It is a fact that we are at war Islamic terror right here on American soil, yet most people don't recognize it yet. We see terrorist attacks like the one in Paris and react by putting up signs on Facebook that say "je suis Charlie Hebdo." People return to the Boston Marathon to stand up to terror. However, we don't see those attacks as akin to Pear Harbor. The vast majority, whether it is the media or politicians, seem to be focused on the act of terrorism without seeing, and dealing with, the truth of the matter: We are being attacked by an enemy that considers itself war with the West. In their eyes, we are afraid to fight back, or worse, leaders are complicit and will not fight back.

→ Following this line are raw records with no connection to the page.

"""Faults: SIGKILL during training, Ctrl-C during generation, unwritable folders, a full disk.

The promise under test: whatever stops a run, every model file and WAV at its final name is
complete, the manifest lists exactly the WAVs present, earlier outputs are intact, and the
user sees one line. ``SHOTSMITH_FAULT_LOOPS`` sets how many random kill / interrupt moments
are tried (3 SIGKILLs and 1 SIGINT in CI).
"""

from __future__ import annotations

import errno
import json
import os
import signal
import subprocess
import sys
import tempfile
import time
from pathlib import Path

import numpy as np
import pytest
import soundfile as sf
from badfiles import hit, tree_digest, wav_bytes
from modelfiles import small_preset
from typer.testing import CliRunner

from pipeline.cli import app
from pipeline.config import load_settings
from pipeline.errors import OutputError

LOOPS = int(os.environ.get("SHOTSMITH_FAULT_LOOPS", "3"))
runner = CliRunner()


def _cli(*args: str, **kw) -> subprocess.Popen:
    env = dict(os.environ, PYTHONUNBUFFERED="1")
    return subprocess.Popen([sys.executable, "-m", "pipeline", *args], stdout=subprocess.PIPE,
                            stderr=subprocess.PIPE, text=True, env=env, **kw)


def _wait_for(pred, proc: subprocess.Popen, timeout: float = 90.0) -> bool:
    t0 = time.monotonic()
    while time.monotonic() - t0 < timeout:
        if pred():
            return True
        if proc.poll() is not None:
            return pred()
        time.sleep(0.02)
    return False


@pytest.fixture
def own_tmp():
    """A private temporary folder. The long subprocess tests below outlive other pytest
    sessions on a shared machine, and pytest prunes all but its three newest basetemp
    folders, so tmp_path could vanish under a running trial."""
    with tempfile.TemporaryDirectory(prefix="shotsmith-faults-") as d:
        yield Path(d)


@pytest.fixture(scope="module")
def bank():
    from synthbank import make_bank

    holder = tempfile.TemporaryDirectory(prefix="shotsmith-faults-bank-")
    work = Path(holder.name)
    preset = small_preset(work, patience=1000)  # no early stop in the kill loop
    settings = load_settings(preset)
    yield make_bank(work / "bank", settings.audio, per_family=4), preset
    holder.cleanup()


# --- training killed -------------------------------------------------------------------------


@pytest.mark.slow
def test_sigkill_during_training_keeps_a_loadable_model_and_resume_works(bank, own_tmp):
    from pipeline.modelfile import load_model_file, read_archive
    from pipeline.train import checkpoint_path

    bank_dir, preset = bank
    model = own_tmp / "model.pt"
    ckpt = checkpoint_path(model)
    args = ["train", str(bank_dir), "--model", str(model), "--preset", str(preset),
            "--epochs", "400", "--latent-dim", "4", "--seed", "1"]  # never ends by itself here
    rng = np.random.default_rng(int(os.environ.get("SHOTSMITH_FAULT_SEED", "7")))
    bank_before = tree_digest(bank_dir)
    kills, epochs_seen = 0, []
    for trial in range(LOOPS):
        proc = _cli(*args, *(["--resume"] if trial else []))
        if trial == 0:  # the first run: wait for its first checkpoint, then a random moment
            assert _wait_for(ckpt.exists, proc)
            time.sleep(float(rng.uniform(0.0, 0.8)))  # an epoch takes about 0.7 s here
        else:  # anywhere from loading the checkpoint to a few epochs on, saves included
            time.sleep(float(rng.uniform(1.0, 6.0)))
        if proc.poll() is None:
            proc.send_signal(signal.SIGKILL)
            kills += 1
        out, err = proc.communicate(timeout=60)
        # The last complete files are there at their final names and load.
        why = f"trial {trial}, exit {proc.returncode}: {out[-800:]} {err[-1500:]}"
        assert ckpt.exists() and model.exists(), why
        mf = load_model_file(model)
        assert np.all(np.isfinite(mf.mu)) and len(mf.clip_names) == 24
        state, _ = read_archive(ckpt, kind="checkpoint")
        epochs_seen.append(state["state"]["epoch"])
    assert kills >= 1
    assert epochs_seen == sorted(epochs_seen) and epochs_seen[-1] >= 1  # progress is kept
    # Resume to the end: a few more epochs (the train table may change on resume).
    args[args.index("--epochs") + 1] = str(epochs_seen[-1] + 3)
    done = subprocess.run([sys.executable, "-m", "pipeline", *args, "--resume", "--json"],
                          capture_output=True, text=True, timeout=240)
    assert done.returncode == 0, done.stderr[-1500:]
    summary = json.loads(done.stdout.strip().splitlines()[-1])
    assert summary["epochs"] == epochs_seen[-1] + 3 and summary["stopped"] == "max epochs"
    mf = load_model_file(model)
    assert [h["epoch"] for h in mf.history] == list(range(1, summary["epochs"] + 1))
    assert not ckpt.exists()
    assert tree_digest(bank_dir) == bank_before  # training only reads the bank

The war against Western culture is being waged in a new way, and if we don't wake up we will have lost before we have even started to fight back. The U.S. is sending bombers "over there" to "degrade" an enemy we know little about. There are food drops to Kurds. There are weapons sales to those who pledge to fight ISIS in the Middle East. The U.S. supported attacks on Assad in Syria, but now defend him. However, the war isn't just in Iraq, Yemen and Syria. It is right here at home on our streets and on our social media.
The war is being fought in slick media that includes publications, YouTube, Facebook and Twitter. There is person-to-person recruitment in prisons and on college campuses as well as in some mosques. There is also political pressure, whether it is campaign contributions or organizing marches and cries of discrimination.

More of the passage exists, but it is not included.